Performance optimization - Maximize throughput and minimize memory usage.

# Optimize for GPU processing
dataset = DocumentDataset.read_parquet(
    "large_dataset.parquet",
    backend="cudf",
    columns=["text", "id"],  # Only load needed columns
    files_per_partition=4    # Optimize partition size
)

# Optimize memory usage
dataset = DocumentDataset.read_json(
    "data.jsonl",
    blocksize="512MB",  # Adjust based on available memory
    backend="pandas"
)

# Parallel loading with custom partition size
dataset = DocumentDataset.read_parquet(
    "data/",
    npartitions=16  # Match CPU/GPU count
)

high-performance memory-efficient

Working with large datasets - Handle massive datasets efficiently.

# Efficient processing for large datasets
dataset = DocumentDataset.read_parquet("massive_dataset/")

# Persist in memory for repeated operations
dataset = dataset.persist()

# Repartition for optimal processing
dataset = dataset.repartition(npartitions=8)

# Process in chunks
for partition in dataset.to_delayed():
    # Process each partition separately
    result = partition.compute()

# Lazy evaluation for memory efficiency
dataset = dataset.map_partitions(
    lambda df: df.head(1000)  # Process only first 1000 rows per partition
)

scalable memory-conscious

Remote Data Acquisition#

For users who need to download and process data from remote sources, NeMo Curator provides a comprehensive data acquisition framework.
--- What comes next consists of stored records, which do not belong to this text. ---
# Copyright 2026 The prioritized_tracking contributors
# SPDX-License-Identifier: Apache-2.0
"""
From a stack file to a controller: the border at which everything that needs the arm is checked.

"""

from __future__ import annotations

from .loading import build_controller, compute_companion, load

__all__ = ["build_controller", "compute_companion", "load"]
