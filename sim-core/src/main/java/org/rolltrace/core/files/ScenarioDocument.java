package org.rolltrace.core.files;

import java.nio.charset.StandardCharsets;
import java.nio.file.Files;
import java.nio.file.InvalidPathException;
import java.nio.file.Path;
import java.util.ArrayList;
import java.util.Arrays;
import java.util.List;
import java.util.Locale;
import java.util.Map;
import java.util.Optional;
import java.util.TreeMap;
import java.util.function.BiFunction;
import java.util.regex.Pattern;
import java.util.stream.Collectors;
import java.util.stream.Stream;
import org.rolltrace.core.pilot.Control;
import org.rolltrace.core.pilot.HandRecord;
import org.rolltrace.core.scenario.Scenario;
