import static org.assertj.core.api.Assertions.assertThat;
import static org.assertj.core.api.Assertions.assertThatExceptionOfType;
import static org.assertj.core.api.Assertions.assertThatIllegalArgumentException;
import static org.assertj.core.api.Assertions.within;
import static org.rolltrace.core.testing.Scenarios.FULL_AILERON;
import static org.rolltrace.core.testing.Scenarios.oneDegree;
import static org.rolltrace.core.testing.Scenarios.pedal;
import static org.rolltrace.core.testing.Scenarios.seaLevel;
import static org.rolltrace.core.testing.Scenarios.stick;

import java.util.EnumMap;
import java.util.List;
import java.util.Map;
import org.ejml.simple.SimpleMatrix;
import org.junit.jupiter.api.Test;
import org.junit.jupiter.params.ParameterizedTest;
import org.junit.jupiter.params.provider.EnumSource;
import org.junit.jupiter.params.provider.ValueSource;
import org.rolltrace.core.aeroplane.Aeroplane;
import org.rolltrace.core.aeroplane.Inertia;
import org.rolltrace.core.derivatives.Coefficient;
import org.rolltrace.core.derivatives.LateralDerivatives;
import org.rolltrace.core.history.Channel;
import org.rolltrace.core.history.TimeHistory;
import org.rolltrace.core.measures.MeasureOptions;
import org.rolltrace.core.motion.CalculationException;
import org.rolltrace.core.motion.Disturbance;
import org.rolltrace.core.motion.FreeSlip;
import org.rolltrace.core.motion.LateralModel;
import org.rolltrace.core.motion.LateralMotion;
import org.rolltrace.core.motion.SlipTreatment;
import org.rolltrace.core.pilot.Control;
import org.rolltrace.core.pilot.DoubletInput;
import org.rolltrace.core.pilot.HoldInput;
import org.rolltrace.core.pilot.PilotInput;
import org.rolltrace.core.pilot.StepInput;
import org.rolltrace.core.propeller.PropellerMoments;
import org.rolltrace.core.run.RunResult;
import org.rolltrace.core.run.ScenarioRun;
import org.rolltrace.core.scenario.AeroplaneData;
import org.rolltrace.core.scenario.Scenario;
import org.rolltrace.core.testing.RandomAeroplane;
import org.rolltrace.core.testing.Scenarios;
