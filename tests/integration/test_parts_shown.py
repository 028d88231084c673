"""Hiding, cutting, node lines and videos from the command line, from dossier to file."""

from __future__ import annotations

import json
from pathlib import Path

import numpy as np
import pytest
from PIL import Image
from typer.testing import CliRunner

from tests.integration.small_dossier import SECOND, write_small
from viewer.cli import app

WIDTH = ("--width", "320")


def run(*arguments: object):
    return CliRunner().invoke(app, [str(a) for a in arguments])


@pytest.fixture(scope="module")
def dossier(tmp_path_factory) -> Path:
    return write_small(tmp_path_factory.mktemp("small"), along=6)


def drawn(dossier, folder, *options):
    """The still as an array, and the note's statements about drawing."""
    result = run("animate", dossier, 1, "--out", folder / "a.png", "--json", *WIDTH, *options)
    assert result.exit_code == 0, result.output
    with Image.open(folder / "a.png") as still:
        return np.asarray(still), json.loads(result.stdout)["note"]["drawing"]


@pytest.mark.parametrize(
    ("options", "said"),
    [
        (("--hide", "far flange"), "hidden: far flange"),
        (("--only", "far flange"), "shown: only far flange"),
        (("--cut", "x=120mm"), "cut at x = 120\u00a0mm"),
        (("--cut", "x = 0.12 m"), "cut at x = 120\u00a0mm"),
        (("--cut", "0,0,2=1.5cm"), "cut at z = 15\u00a0mm"),
        (("--cut", "1,0,-1=-2e-2m"), "cut across (0.71, 0, −0.71) at −20\u00a0mm"),
        (("--node-lines",), "node lines, if any: no motion normal to the surface"),
    ],
)
def test_what_is_shown_is_drawn_and_said(dossier, tmp_path, options, said):
    whole, before = drawn(dossier, tmp_path)
    part, after = drawn(dossier, tmp_path, *options)
    assert sorted(after) == sorted([*before, said])
    assert (whole.shape != part.shape) or np.abs(whole.astype(int) - part).max() > 30


def test_compared_designs_are_cut_alike(dossier, tmp_path):
    _, said = drawn(dossier, tmp_path, "--against", SECOND, "--cut", "z=20mm", "--hide", "far flange")
    assert said[-2:] == ["hidden: far flange", "cut at z = 20\u00a0mm"]


@pytest.mark.parametrize(
    ("options", "code", "words"),
    [
        (("--hide", "lid"), 1, "far flange"),
        (("--only", "lid"), 1, "'lid'"),
        (("--cut", "x=-1m"), 1, "misses the body"),
        (("--cut", "x=120"), 2, "units: m, cm, mm"),
        (("--cut", "w=120mm"), 2, "is no plane"),
        (("--cut", "1,0=120mm"), 1, "is no plane"),
        (("--cut", "0,0,0=120mm"), 1, "is no plane"),
        (("--cut", "1,2,3"), 2, "is no plane"),
    ],
)
def test_refusals_name_what_is_wrong(dossier, tmp_path, options, code, words):
    result = run("animate", dossier, 1, "--out", tmp_path / "a.png", *WIDTH, *options)
    assert result.exit_code == code, result.output
    assert words in " ".join(result.output.replace("│", " ").split())
    assert not list(tmp_path.iterdir())


def test_a_video_is_written(dossier, tmp_path):
    ffmpeg = pytest.importorskip("imageio_ffmpeg")
    result = run("animate", dossier, 1, "--out", tmp_path / "a.mp4", *WIDTH)
    assert result.exit_code == 0, result.output
    assert ffmpeg.count_frames_and_secs(str(tmp_path / "a.mp4")) == (160, pytest.approx(6.4, abs=0.02))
This is covered in detail in Data Acquisition Concepts, which includes:

  • DocumentDownloader, DocumentIterator, DocumentExtractor components

  • Built-in support for Common Crawl, ArXiv, Wikipedia, and custom sources

  • Integration patterns with DocumentDataset

  • Configuration and scaling strategies

The data acquisition process produces standard DocumentDataset objects that integrate seamlessly with the local file loading concepts covered on this page.